As I understood, other clients (new connections) work fine, i.e., gRPC connectivity is restored.

The problem is that the first one, the one that "caught" the broken connection, is getting stuck:

Bottom line is that performing actions on a subscription after getting error 502 blocks all new actions from being performed by the anycable-go server for a particular client/subscription.

@avlazarov Right?

And that's strange: if other clients could successfully perform an action, the first one should do this as well on the next attempt, since they uses the same grpc pool.

avlazarov commented 5 years ago

@palkan Yes, the odd part is that even when the next client makes a series of successful actions, the first one remains stuck. If instead of error 502 I totally shutdown nginx (causing refused connection), anycable-go will perform the operations, print errors but once nginx is back again, the gRPC servers will correctly receive the actions and the client will no longer be stuck.

palkan commented 5 years ago

I'll try to reproduce it locally and come back when I find something.

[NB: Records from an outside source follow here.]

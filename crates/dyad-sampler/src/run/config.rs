//! What configures a run: walkers, seed, moves, the stopping rule
//! ([`Convergence`], judged by [`ConvergenceCheck`]), checkpoints and
//! tempering.

use std::path::PathBuf;
use std::time::Duration;

use serde::{Deserialize, Serialize};

use crate::diagnostics::{DiagnosticsWorkspace, MIN_STEPS_PER_TAU};
use crate::error::SamplerError;
use crate::init::check_walker_count;
use crate::moves::MoveMixture;
use crate::tempering::TemperingConfig;

use super::watch::WatchedCheck;

/// The stopping rule: enough effective draws of every parameter, and walkers
/// that agree.
///
/// Quantities a caller watches ([`crate::Watch`]: e.g. the share of draws in
/// each period mode) must have means known to `max_watched_error` (Monte
/// Carlo standard error from the ensemble-mean series, which must be more
/// than 50 of its autocorrelation times long) and a split R-hat within
/// `max_split_rhat`.
///
/// At each check the second half of the cold-chain history (the first half
/// is burn-in) must give every sampled parameter at least
/// `min_effective_draws` effective draws in the bulk *and* in the tails, and
/// a rank-normalised split R-hat of at most `max_split_rhat` (both as
/// defined by Vehtari et al. 2021, Bayesian Analysis 16, 667, with each
/// walker a chain). The R-hat bound is what guards against a short chain:
/// for a stationary chain split R-hat is about `1 + tau / (2 n)` for split
/// halves of `n` steps (common practice), so 1.03 asks for halves of some 17
/// autocorrelation times per walker, before the effective-draw count (which
/// a short chain can overstate) is believed.
#[derive(Clone, Debug, PartialEq, Serialize, Deserialize)]
pub struct Convergence {
    /// Fewest effective draws, bulk and tail, of every parameter (400 is the
    /// least Vehtari et al. 2021 recommend for reliable intervals).
    pub min_effective_draws: f64,
    /// Largest rank-normalised split R-hat of any parameter.
    pub max_split_rhat: f64,
    /// Largest Monte Carlo standard error of the mean of a watched quantity
    /// (for a mode's share of the draws: of its weight).
    #[serde(default = "default_watched_error")]
    pub max_watched_error: f64,
    /// Fewest steps between checks; checks are also at least 10 per cent of
    /// the run apart, so their cost stays a small fraction of the run.
    pub min_check_interval: u64,
}

impl Default for Convergence {
    fn default() -> Self {
        Self {
            min_effective_draws: 1000.0,
            max_split_rhat: 1.03,
            max_watched_error: default_watched_error(),
            min_check_interval: 100,
        }
    }
}

fn default_watched_error() -> f64 {
    0.01
}

/// What the last check of the stopping rule found (the worst parameter for
/// each condition).
#[derive(Clone, Copy, Debug, PartialEq, Serialize, Deserialize)]
pub struct ConvergenceCheck {
    /// Step of the check.
    pub step: u64,
    /// Steps of history the check used (after its burn-in).
    pub span: u64,
    /// Smallest bulk effective-draw count of any parameter.
    #[serde(deserialize_with = "crate::serde_float::nan_if_null")]
    pub fewest_bulk: f64,
    /// Smallest tail effective-draw count of any parameter.
    #[serde(deserialize_with = "crate::serde_float::nan_if_null")]
    pub fewest_tail: f64,
    /// Largest split R-hat of any parameter.
    #[serde(deserialize_with = "crate::serde_float::nan_if_null")]
    pub largest_rhat: f64,
    /// The same of the watched quantities, when something was watched
    /// (absent from checkpoints written before quantities could be watched).
    #[serde(default)]
    pub watched: Option<WatchedCheck>,
}

impl ConvergenceCheck {
    /// Measures the draws of `dim` parameters, `n_steps` steps of
    /// `n_walkers` walkers each (`draws_of(p)` step-major, as in
    /// [`crate::diagnostics`]); `step` and `span` are recorded as given.
    pub fn measure<'a>(
        step: u64,
        span: u64,
        (n_steps, n_walkers, dim): (usize, usize, usize),
        draws_of: impl Fn(usize) -> &'a [f64],
        workspace: &mut DiagnosticsWorkspace,
    ) -> Self {
        let mut check = Self {
            step,
            span,
            fewest_bulk: f64::INFINITY,
            fewest_tail: f64::INFINITY,
            largest_rhat: 0.0,
            watched: None,
        };
        // A failed estimate (e.g. a parameter that never moved) counts as no
        // effective draws and an infinite R-hat: never converged.
        let finite = |v: Result<f64, _>| v.ok().filter(|v: &f64| v.is_finite());
        for p in 0..dim {
            let draws = draws_of(p);
            let bulk = finite(workspace.ess_bulk(draws, n_steps, n_walkers)).unwrap_or(0.0);
            let tail = finite(workspace.ess_tail(draws, n_steps, n_walkers)).unwrap_or(0.0);
            let rhat =
                finite(workspace.split_rhat(draws, n_steps, n_walkers)).unwrap_or(f64::INFINITY);
            check.fewest_bulk = check.fewest_bulk.min(bulk);
            check.fewest_tail = check.fewest_tail.min(tail);
            check.largest_rhat = check.largest_rhat.max(rhat);
        }
        check
    }

    /// The smaller of the parameters' bulk and tail counts.
    pub fn fewest(&self) -> f64 {
        self.fewest_bulk.min(self.fewest_tail)
    }

    /// Whether the parameters meet the rule (enough effective draws, split
    /// R-hat within its bound), whatever the watched quantities do.
    pub fn parameters_met(&self, rule: &Convergence) -> bool {
        self.fewest() >= rule.min_effective_draws && self.largest_rhat <= rule.max_split_rhat
    }

    /// Whether the watched quantities meet the rule (true when nothing is
    /// watched).
    pub fn watched_met(&self, rule: &Convergence) -> bool {
        self.watched
            .is_none_or(|w| w.settled(rule.max_watched_error, rule.max_split_rhat))
    }

    /// Whether the rule is met.
    pub fn met(&self, rule: &Convergence) -> bool {
        self.parameters_met(rule) && self.watched_met(rule)
    }

    /// Steps the run would need at the current rates, or `None` when a rate
    /// is unknown. The kept span (after the rule's burn-in) must grow until
    /// the parameters' effective draws, which grow in proportion to it,
    /// reach the bound; a watched quantity's error falls as one over the
    /// square root of the span and its series must be 50 autocorrelation
    /// times long. The span is the run minus its burn-in: with a fixed
    /// share `f` and a history that began at `history_start` (the ladder's
    /// freeze of a tempered run) that is `n - max(f n, history_start)`,
    /// which grows step for step after a freeze (until the share catches
    /// up); without a share, half the run since the history began.
    pub fn steps_needed(
        &self,
        rule: &Convergence,
        history_start: u64,
        burn_in_fraction: Option<f64>,
    ) -> Option<u64> {
        if self.span == 0 {
            return None;
        }
        let span = self.span as f64;
        let mut needed = span * rule.min_effective_draws / self.fewest();
        if let Some(w) = self.watched {
            let by_error = span * (w.largest_error / rule.max_watched_error).powi(2);
            needed = needed.max(by_error).max(MIN_STEPS_PER_TAU * w.largest_tau);
        }
        if !(needed.is_finite() && needed >= 0.0) {
            return None;
        }
        let needed = needed.ceil() as u64;
        Some(match burn_in_fraction {
            Some(f) => (history_start + needed).max((needed as f64 / (1.0 - f)).ceil() as u64),
            None => history_start + 2 * needed,
        })
    }
}

/// Where and how often to checkpoint.
#[derive(Clone, Debug, PartialEq, Serialize, Deserialize)]
pub struct CheckpointConfig {
    /// Checkpoint file. A tempered run keeps its tempered log-likelihoods in
    /// a record file beside it, named by [`CheckpointConfig::ladder_file`].
    pub path: PathBuf,
    /// Wall time between checkpoints.
    pub interval: Duration,
}

impl CheckpointConfig {
    /// Checkpoint at `path` every `interval`.
    pub fn new(path: impl Into<PathBuf>, interval: Duration) -> Self {
        Self {
            path: path.into(),
            interval,
        }
    }

    /// The tempered log-likelihood file (`<checkpoint>.loglik`).
    pub fn ladder_file(&self) -> PathBuf {
        let mut name = self
            .path
            .file_name()
            .map(|n| n.to_os_string())
            .unwrap_or_default();
        name.push(".loglik");
        self.path.with_file_name(name)
    }
}

/// Everything that configures a run.
#[derive(Clone, Debug, PartialEq)]
pub struct RunConfig {
    /// Walkers per temperature: even, more than twice the number of parameters.
    pub n_walkers: usize,
    /// Seed of every random stream; results depend on it and nothing else.
    pub seed: u64,
    /// Move mixture.
    pub moves: MoveMixture,
    /// Total number of steps at most (a resumed run runs up to this total).
    pub max_steps: u64,
    /// Stop early when converged; `None` runs exactly `max_steps`.
    pub convergence: Option<Convergence>,
    /// Burn-in as a fixed share of the steps done: with `Some(f)` the run
    /// discards exactly `round(f * steps)` steps, or, if a tempered ladder
    /// adapts for longer, every step up to the ladder's freeze; the stopping
    /// rule judges the chain after that burn-in only. `None`: burn-in from
    /// the autocorrelation time ([`Convergence::burn_in_taus`]).
    pub burn_in_fraction: Option<f64>,
    /// Keep (stream to the sink) every `thin`-th step.
    pub thin: u64,
    /// Share walker updates with helper threads, as many as the current rayon
    /// pool has (results are identical either way).
    pub parallel: bool,
    /// Periodic checkpoints.
    pub checkpoint: Option<CheckpointConfig>,
    /// Snapshots of the in-memory tau history (memory: capacity x walkers x dim x 8 bytes).
    pub history_capacity: usize,
    /// Report progress every this many steps.
    pub progress_every: u64,
    /// Tries per walker to find a start of non-zero density.
    pub start_tries: usize,
    /// Parallel tempering, if wanted.
    pub tempering: Option<TemperingConfig>,
    /// A walker is flagged as stuck when its acceptance is below this
    /// fraction of the ensemble median ...
    pub stuck_acceptance_fraction: f64,
    /// ... or it has not moved for this many steps (or 20 tau, whichever is more).
    pub stuck_steps: u64,
}

impl RunConfig {
    /// Defaults: stretch move, effective-draw stopping rule, no thinning,
    /// parallel evaluation, no checkpoints, no tempering.
    pub fn new(n_walkers: usize, seed: u64, max_steps: u64) -> Self {
        Self {
            n_walkers,
            seed,
            moves: MoveMixture::default(),
            max_steps,
            convergence: Some(Convergence::default()),
            burn_in_fraction: None,
            thin: 1,
            parallel: true,
            checkpoint: None,
            history_capacity: 2048,
            progress_every: 100,
            start_tries: 1000,
            tempering: None,
            stuck_acceptance_fraction: 0.2,
            stuck_steps: 1000,
        }
    }

    pub(super) fn n_temperatures(&self) -> usize {
        self.tempering.as_ref().map_or(1, |t| t.n_temperatures)
    }

    pub(super) fn validate(&self, dim: usize) -> Result<(), SamplerError> {
        check_walker_count(self.n_walkers, dim)?;
        self.moves.validate(self.n_walkers / 2)?;
        if self.thin == 0 {
            return Err(SamplerError::Config("thin must be at least 1".into()));
        }
        if self.progress_every == 0 {
            return Err(SamplerError::Config(
                "progress_every must be at least 1".into(),
            ));
        }
        if self.start_tries == 0 {
            return Err(SamplerError::Config(
                "start_tries must be at least 1".into(),
            ));
        }
        if let Some(c) = &self.convergence {
            if !(c.min_effective_draws > 0.0 && c.max_split_rhat >= 1.0)
                || c.min_check_interval == 0
            {
                return Err(SamplerError::Config(
                    "the stopping rule needs a positive number of effective draws, \
                     a split R-hat bound of at least 1 and a check interval of at least 1"
                        .into(),
                ));
            }
        }
        if let Some(t) = &self.tempering {
            t.validate()?;
        }
        if let Some(f) = self.burn_in_fraction {
            if !(0.0..1.0).contains(&f) {
                return Err(SamplerError::Config(format!(
                    "the burn-in fraction must lie in [0, 1), got {f}"
                )));
            }
        }
        Ok(())
    }

    /// What a checkpoint must agree on to be resumed with this configuration.
    pub(super) fn fingerprint(&self, dim: usize) -> String {
        format!(
            "dim={dim};walkers={};seed={};thin={};tempering={:?};history={}",
            self.n_walkers, self.seed, self.thin, self.tempering, self.history_capacity
        )
    }
}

bibendi commented 4 years ago

I've tried to reproduce it at that simple chat application, but unfortunately (or fortunately) couldn't experience the problem.

palkan commented 4 years ago

@avlazarov Please, take a look the @bibendi 's PR above. We couldn't reproduce the problem. Are we missing something?

avlazarov commented 4 years ago

@palkan Sorry, I can't reproduce it after upgrading from Ubuntu 16.04 to 18.04. It might have been something related to that specific version of Nginx for Ubuntu, or I might have misconfigured something else in Nginx that I have not noticed.